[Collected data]
== Segment start ==

"""Group labels of catalog rows, for metrics per group of a categorical user or item column.

A fairness and quality audit: does the model serve every customer segment, every category, alike?
The labels come straight from the feature tables (any column, feature or not), one per catalog row.
"""

from __future__ import annotations

import difflib
from dataclasses import dataclass

import numpy as np
import pandas as pd
import torch

from towers.config import Config
from towers.data.tables import normalise_ids, read_table, separator_hint, table_columns, table_rows
from towers.errors import TowersError

MOST_GROUPS = 100  # more distinct values than this is not a grouping a table can show
MISSING = "(missing)"


@dataclass
class Groups:
    """One column's groups: which side it labels, each catalog row's group index, and the group names."""

    column: str
    side: str  # "user" (query rows) or "item" (item rows)
    codes: torch.Tensor  # int64 (n_rows,)
    names: list[str]


def _table_columns(path: str | None) -> list[str]:
    return table_columns(path) if path else []


def group_labels(cfg: Config, query_ids: np.ndarray, item_ids: np.ndarray) -> list[Groups]:
    """The groups of every column named in evaluation.group_metrics_by, read from the users or items table."""
    out = []
    for column in cfg.evaluation.group_metrics_by:
        side, sec = _group_side(cfg, column)
        out.append(_labels(column, side, sec.path, sec.id_column, item_ids if side == "item" else query_ids))
    return out


def check_group_columns(cfg: Config) -> None:
    """Fail at once, before the log is read, when a column of evaluation.group_metrics_by is in no table."""
    for column in cfg.evaluation.group_metrics_by:
        _group_side(cfg, column)


def _group_side(cfg: Config, column: str):
    """(side, its config section) of the table holding `column`: the users table first, then the items."""
    sides = [("item", cfg.items)]
    if not cfg.item_item:
        sides.insert(0, ("user", cfg.users))
    names = {side: _table_columns(sec.path) for side, sec in sides if sec.path}
    found = [(side, sec) for side, sec in sides if column in names.get(side, ())]
    if found:
        return found[0]
    for side, sec in sides:  # a table whose header read as one column: its separator is the cause
        hint = separator_hint([str(c) for c in names.get(side, ())], column)
        if hint is not None:
            raise TowersError(f"config key 'evaluation.group_metrics_by': column {column!r} is not in the {side}s "
                              f"table ({sec.path}); {hint}")
    where = " or ".join(f"the {s}s table ({sec.path})" for s, sec in sides if sec.path) or "no feature table"
    present = [str(c) for cols in names.values() for c in cols]
    same = [c for c in present if c.strip().casefold() == column.strip().casefold()]
    close = same or difflib.get_close_matches(column, present, n=1, cutoff=0.6)
    hint = f"did you mean {close[0]!r}?" if close else "name a column of the users or items table"
    raise TowersError(f"config key 'evaluation.group_metrics_by': column {column!r} is not in {where}; {hint}")


def _labels(column: str, side: str, path: str, id_column: str, catalog_ids: np.ndarray) -> Groups:
    df = read_table(path, columns=[id_column, column], ids=[id_column])
    ids = normalise_ids(df[id_column], path, id_column)
    row = table_rows(ids, catalog_ids)
    values = df[column].astype("string").fillna(MISSING).to_numpy(dtype=object)
    labels = np.where(row >= 0, values[np.maximum(row, 0)], MISSING)
    codes, names = pd.factorize(labels, sort=True)
    if len(names) > MOST_GROUPS:
        raise TowersError(f"{path}, column '{column}': {len(names)} distinct values; metrics per group need a "
                          f"categorical column with at most {MOST_GROUPS} (remove it from evaluation.group_metrics_by)")
    return Groups(column, side, torch.from_numpy(codes.astype(np.int64)), [str(n) for n in names])
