# Rule constants (stated again under each table).
OBJECTIVE_TOL = 1e-3      # row steps: final objective within this share of Cholesky's
SETTLE_TOL = {"rmse": 1e-3, "recall@20": 1e-2}  # rounds: "settled" once within this share of the best
CAP_MARGIN = 1.5          # rounds: cap = this times the latest settle round, rounded up to a multiple of 5
TIE_SHARE = 0.01          # features: differences below 1% (or the seed spread, or the training noise) are ties


# ---------------------------------------------------------------- data and configs

class Workspace:
    """The work folder: generated data per seed, configs, run folders and training logs."""

    def __init__(self, path: Path, quick: bool):
        self.path, self.quick = path, quick
        for sub in ("data", "configs", "runs", "logs"):
            (path / sub).mkdir(parents=True, exist_ok=True)
        self.runs_done = 0
        self.train_seconds = 0.0

    def data(self, kind: str, seed: int) -> Path:
        """Generate (once) and return the data folder of one data set and seed."""
        out = self.path / "data" / f"{kind}-{seed}"
        if (out / ".done").is_file():
            return out
        if kind == "store":
            sizes = dict(n_items=1500, n_customers=2000, n_new_items=150) if self.quick else {}
            generate_store(out, seed=7 + seed, **sizes)
        elif kind == "explicit":
            generate_explicit(out, seed=seed)
        elif kind == "implicit":
            generate_implicit(out, seed=seed)
        else:
            raise ValueError(kind)
        (out / ".done").write_text("")
        return out

    def config(self, base: str, kind: str, seed: int, changes: dict) -> dict:
        """configs/BASE.yaml with its paths pointed into the data folder, threads 1, no report, CHANGES on top."""
        data = self.data(kind, seed)
        cfg = yaml.safe_load((ROOT / "configs" / f"{base}.yaml").read_text(encoding="utf-8"))
        for section in ("interactions", "users", "items"):
            if section in cfg and cfg[section].get("path"):
                cfg[section]["path"] = str(data / Path(cfg[section]["path"]).name)
        for key in ("oracle_users", "oracle_items"):
            if cfg.get("evaluation", {}).get(key):
                cfg["evaluation"][key] = str(data / "truth" / Path(cfg["evaluation"][key]).name)
        cfg.setdefault("run", {}).update(threads=1, seed=seed)
        cfg.setdefault("training", {}).update(progress="plain")
        cfg["report"] = {"enabled": False}
        for section, keys in changes.items():
            cfg.setdefault(section, {}).update(keys)
        return cfg

    def train(self, name: str, cfg: dict) -> dict:
        """Train one config through towers.api.train; returns metrics, per-round history, sizes and wall time."""
        cfg_path = self.path / "configs" / f"{name}.yaml"
        text = yaml.safe_dump(cfg, sort_keys=False)
        out = self.path / "runs" / name
        # a finished run of the very same config in a reused --work folder is read back, not trained again
        cached = cfg_path.is_file() and cfg_path.read_text(encoding="utf-8") == text and (out / "metrics.json").is_file()
        wall = 0.0
        if not cached:
            cfg_path.write_text(text, encoding="utf-8")
            started = time.perf_counter()
            with open(self.path / "logs" / f"{name}.log", "w", encoding="utf-8") as log, contextlib.redirect_stderr(log):
                train_run(cfg_path, out, overwrite=True)
            wall = time.perf_counter() - started
            self.runs_done += 1
            self.train_seconds += wall
        print(f"  run {name:<46} " + ("(finished earlier, read back)" if cached else f"{wall:6.1f} s"),
              file=sys.stderr, flush=True)
        metrics = json.loads((out / "metrics.json").read_text())
        history = json.loads((out / "history.json").read_text())["epochs"]
        pairs = load_payload(out / "pairs.pt", "pairs file")
        return {"metrics": metrics, "history": history, "n_train": len(pairs["train"]["query"]),
                "wall": wall, "out": out, "config": cfg_path}
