"""Each user's training items as a query-tower input: the history a user is known by.

The query tower averages embeddings of these items (a bag, like a token feature), as in Covington,
Adams & Sargin, "Deep Neural Networks for YouTube Recommendations" (RecSys 2016). The block column
holds item rows + 1, 0 padding. While training, each pair's own item is taken out of its user's bag
(`without_targets`): otherwise the model learns to find an item in the bag instead of what goes with it.
"""

from __future__ import annotations

import numpy as np
import torch

from towers.data.pairs import Pairs

HISTORY = "(history)"  # the block column; the parentheses keep it apart from any table column name


def history_column(train: Pairs, n_queries: int, n_items: int, limit: int) -> torch.Tensor:
    """(n_queries, L) int64: each query's distinct training items (row + 1), at most `limit`, 0-padded.

    With event times the latest `limit` items are kept, else those seen last in the log. L is the
    longest kept history (at least 1).
    """
    pos = train.positives()
    q, c = pos.query.numpy().astype(np.int64), pos.candidate.numpy().astype(np.int64)
    when = pos.time.numpy() if pos.time is not None else np.arange(len(q))
    order = np.lexsort((-when, q))  # by query, latest first
    q, c = q[order], c[order]
    keys = q * n_items + c
    _, first = np.unique(keys, return_index=True)  # each (query, item) once, at its latest event
    first = np.sort(first)
    q, c = q[first], c[first]
    starts = np.searchsorted(q, q, side="left")
    place = np.arange(len(q)) - starts
    keep = place < limit
    width = max(1, int(place[keep].max(initial=-1)) + 1)
    out = torch.zeros(n_queries, width, dtype=torch.int64)
    out[torch.from_numpy(q[keep]), torch.from_numpy(place[keep])] = torch.from_numpy(c[keep] + 1)
    return out


def without_targets(bags: torch.Tensor, items: torch.Tensor) -> torch.Tensor:
    """The bags with each row's own item (a catalog row) taken out (set to padding)."""
    return bags.masked_fill(bags == (items + 1).unsqueeze(1), 0)


def empty_history(n: int) -> torch.Tensor:
    """Bags for n queries with no known items (new users embedded from features alone)."""
    return torch.zeros(n, 1, dtype=torch.int64)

== Segment end ==

WHAT THE TASK REQUIRES: Which of the lines above include the word "threads"? Copy each of them.

YOUR SOLUTION:
        """configs/BASE.yaml with its paths pointed into the data folder, threads 1, no report, CHANGES on top."""
        cfg.setdefault("run", {}).update(threads=1, seed=seed)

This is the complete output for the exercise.